Task to complete -> Show all the lines in the data below that include the word "input".

Records excerpted from a collection ->
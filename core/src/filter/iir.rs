//! Second-order IIR sections (biquads), zero-phase forward–backward filtering and NaN filling.
//!
//! Coefficients follow R. Bristow-Johnson, "Cookbook formulae for audio EQ biquad filter coefficients"
//! (bilinear transform of the analogue prototypes). Filtering runs in f64.

use std::f64::consts::PI;

/// One normalised second-order section: `y = b0 x + b1 x[-1] + b2 x[-2] − a1 y[-1] − a2 y[-2]`.
#[derive(Debug, Clone, Copy, PartialEq)]
pub struct Biquad {
    b0: f64,
    b1: f64,
    b2: f64,
    a1: f64,
    a2: f64,
}

impl Biquad {
    fn normalised(b: [f64; 3], a: [f64; 3]) -> Self {
        Self { b0: b[0] / a[0], b1: b[1] / a[0], b2: b[2] / a[0], a1: a[1] / a[0], a2: a[2] / a[0] }
    }

    fn w0(cutoff_hz: f64, fs_hz: f64) -> (f64, f64) {
        let w0 = 2.0 * PI * cutoff_hz / fs_hz;
        (w0.cos(), w0.sin())
    }

    /// Second-order Butterworth low-pass (Q = 1/√2) at `cutoff_hz` (−3 dB per pass).
    #[must_use]
    pub fn lowpass(cutoff_hz: f64, fs_hz: f64) -> Self {
        let (c, s) = Self::w0(cutoff_hz, fs_hz);
        let alpha = s / (2.0 * std::f64::consts::FRAC_1_SQRT_2);
        Self::normalised([(1.0 - c) / 2.0, 1.0 - c, (1.0 - c) / 2.0], [1.0 + alpha, -2.0 * c, 1.0 - alpha])
    }

    /// Second-order Butterworth high-pass (Q = 1/√2) at `cutoff_hz` (−3 dB per pass).
    #[must_use]
    pub fn highpass(cutoff_hz: f64, fs_hz: f64) -> Self {
        let (c, s) = Self::w0(cutoff_hz, fs_hz);
        let alpha = s / (2.0 * std::f64::consts::FRAC_1_SQRT_2);
        Self::normalised([(1.0 + c) / 2.0, -(1.0 + c), (1.0 + c) / 2.0], [1.0 + alpha, -2.0 * c, 1.0 - alpha])
    }

    /// Notch at `centre_hz` with quality factor `q` (bandwidth = centre / q).
    #[must_use]
    pub fn notch(centre_hz: f64, q: f64, fs_hz: f64) -> Self {
        let (c, s) = Self::w0(centre_hz, fs_hz);
        let alpha = s / (2.0 * q);
        Self::normalised([1.0, -2.0 * c, 1.0], [1.0 + alpha, -2.0 * c, 1.0 - alpha])
    }

    /// Gain at DC, `H(1)`.
    fn dc_gain(&self) -> f64 {
        let den = 1.0 + self.a1 + self.a2;
        if den.abs() < 1e-300 { 0.0 } else { (self.b0 + self.b1 + self.b2) / den }
    }

    /// The state of a filter that has seen the constant input `u` forever (its steady state).
    #[must_use]
    pub fn state_for(&self, u: f64) -> BiquadState {
        let g = self.dc_gain();
        let z2 = self.b2 * u - self.a2 * g * u;
        let z1 = self.b1 * u - self.a1 * g * u + z2;
        BiquadState { z1, z2 }
    }

    /// Filters one sample (transposed direct form II).
    #[inline]
    pub fn step(&self, s: &mut BiquadState, x: f64) -> f64 {
        let y = self.b0 * x + s.z1;
        s.z1 = self.b1 * x - self.a1 * y + s.z2;
        s.z2 = self.b2 * x - self.a2 * y;
        y
    }

    /// Filters in place, starting in the steady state of a constant input equal to the first sample, so a
    /// step at the start causes no transient.
    pub fn run(&self, x: &mut [f64]) {
        let Some(&u) = x.first() else { return };
        let mut s = self.state_for(u);
        for v in x.iter_mut() {
            *v = self.step(&mut s, *v);
        }
    }
}

/// The memory of a [`Biquad`] between samples.
#[derive(Debug, Clone, Copy, Default, PartialEq)]
pub struct BiquadState {
    z1: f64,
    z2: f64,
}

/// Zero-phase filtering: every section forward, then every section backward (squared magnitude response,
/// no phase shift). The ends are padded with an odd reflection of `pad` samples to limit edge transients.
#[must_use]
pub fn filtfilt(sections: &[Biquad], x: &[f64], pad: usize) -> Vec<f64> {
    let n = x.len();
    if n == 0 || sections.is_empty() {
        return x.to_vec();
    }
    let pad = pad.min(n - 1);
    let mut buf = Vec::with_capacity(n + 2 * pad);
    let (first, last) = (x[0], x[n - 1]);
    buf.extend((1..=pad).rev().map(|k| 2.0 * first - x[k]));
    buf.extend_from_slice(x);
    buf.extend((1..=pad).map(|k| 2.0 * last - x[n - 1 - k]));
    for s in sections {
        s.run(&mut buf);
    }
    buf.reverse();
    for s in sections {
        s.run(&mut buf);
    }
    buf.reverse();
    buf.drain(..pad);
    buf.truncate(n);
    buf
}

/// Copies samples to f64, replacing invalid (NaN or infinite) samples by linear interpolation between the
/// nearest valid neighbours (held flat at the ends; see [`bridged`]). A lead with no valid sample becomes all zeros.
#[must_use]
pub fn fill_invalid(samples: &[f32]) -> Vec<f64> {
    let mut out: Vec<f64> = samples.iter().map(|&v| f64::from(v)).collect();
    for run in crate::gaps::invalid_runs(samples) {
        for k in run.clone() {
            out[k] = bridged(samples, &run, k);
        }
    }
    out
}

/// The value [`fill_invalid`] gives sample `k` of `run`, a whole run of invalid samples of `x`: on the straight
/// line from the last valid sample before the run to the first after it; the one valid neighbour's value at an
/// end of the lead; 0 in a lead with none. One sample at a time, for passes that stream a long lead. Also for
/// any other run of `x` to be bridged (a pacing spike in a lead already filled, `f64`).
#[must_use]
pub fn bridged<T: Copy + Into<f64>>(x: &[T], run: &std::ops::Range<usize>, k: usize) -> f64 {
    let before = run.start.checked_sub(1).map(|a| (a, x[a].into()));
    let after = x.get(run.end).map(|&v| (run.end, v.into()));
    match (before, after) {
        (Some((a, va)), Some((b, vb))) => va + (vb - va) * (k - a) as f64 / (b - a) as f64,
        (Some((_, v)), None) | (None, Some((_, v))) => v,
        (None, None) => 0.0,
    }
}

#[cfg(test)]
mod tests {
    use super::*;

    fn sine(f: f64, fs: f64, n: usize) -> Vec<f64> {
        (0..n).map(|k| (2.0 * PI * f * k as f64 / fs).sin()).collect()
    }

    fn rms(x: &[f64]) -> f64 {
        (x.iter().map(|v| v * v).sum::<f64>() / x.len() as f64).sqrt()
    }

    #[test]
    fn lowpass_passes_low_and_stops_high() {
        let fs = 500.0;
        let lp = [Biquad::lowpass(40.0, fs)];
        let low = filtfilt(&lp, &sine(5.0, fs, 5000), 500);
        let high = filtfilt(&lp, &sine(150.0, fs, 5000), 500);
        assert!((rms(&low[500..4500]) - rms(&sine(5.0, fs, 5000)[500..4500])).abs() < 0.01);
        assert!(rms(&high[500..4500]) < 0.02);
    }

    #[test]
    fn filtfilt_has_zero_phase() {
        // A symmetric pulse stays centred after forward-backward filtering.
        let mut x = vec![0.0; 2001];
        for (k, v) in x.iter_mut().enumerate() {
            let t = (k as f64 - 1000.0) / 20.0;
            *v = (-t * t).exp();
        }
        let y = filtfilt(&[Biquad::lowpass(10.0, 500.0)], &x, 200);
        let peak = y.iter().enumerate().fold((0, f64::MIN), |a, (i, &v)| if v > a.1 { (i, v) } else { a }).0;
        assert_eq!(peak, 1000);
    }

    #[test]
    fn notch_removes_its_frequency_only() {
        let fs = 500.0;
        let n = [Biquad::notch(50.0, 30.0, fs)];
        let hum = filtfilt(&n, &sine(50.0, fs, 10_000), 1000);
        let ok = filtfilt(&n, &sine(10.0, fs, 10_000), 1000);
        assert!(rms(&hum[2000..8000]) < 0.01);
        assert!((rms(&ok[2000..8000]) - std::f64::consts::FRAC_1_SQRT_2).abs() < 0.01);
    }

    #[test]
    fn invalid_samples_are_interpolated() {
        let x = [f32::NAN, 1.0, f32::NAN, f32::NAN, 4.0, f32::NAN];
        assert_eq!(fill_invalid(&x), vec![1.0, 1.0, 2.0, 3.0, 4.0, 4.0]);
        assert_eq!(fill_invalid(&[f32::NAN; 3]), vec![0.0; 3]);
    }
}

Written response ->
    /// The state of a filter that has seen the constant input `u` forever (its steady state).
    /// Filters in place, starting in the steady state of a constant input equal to the first sample, so a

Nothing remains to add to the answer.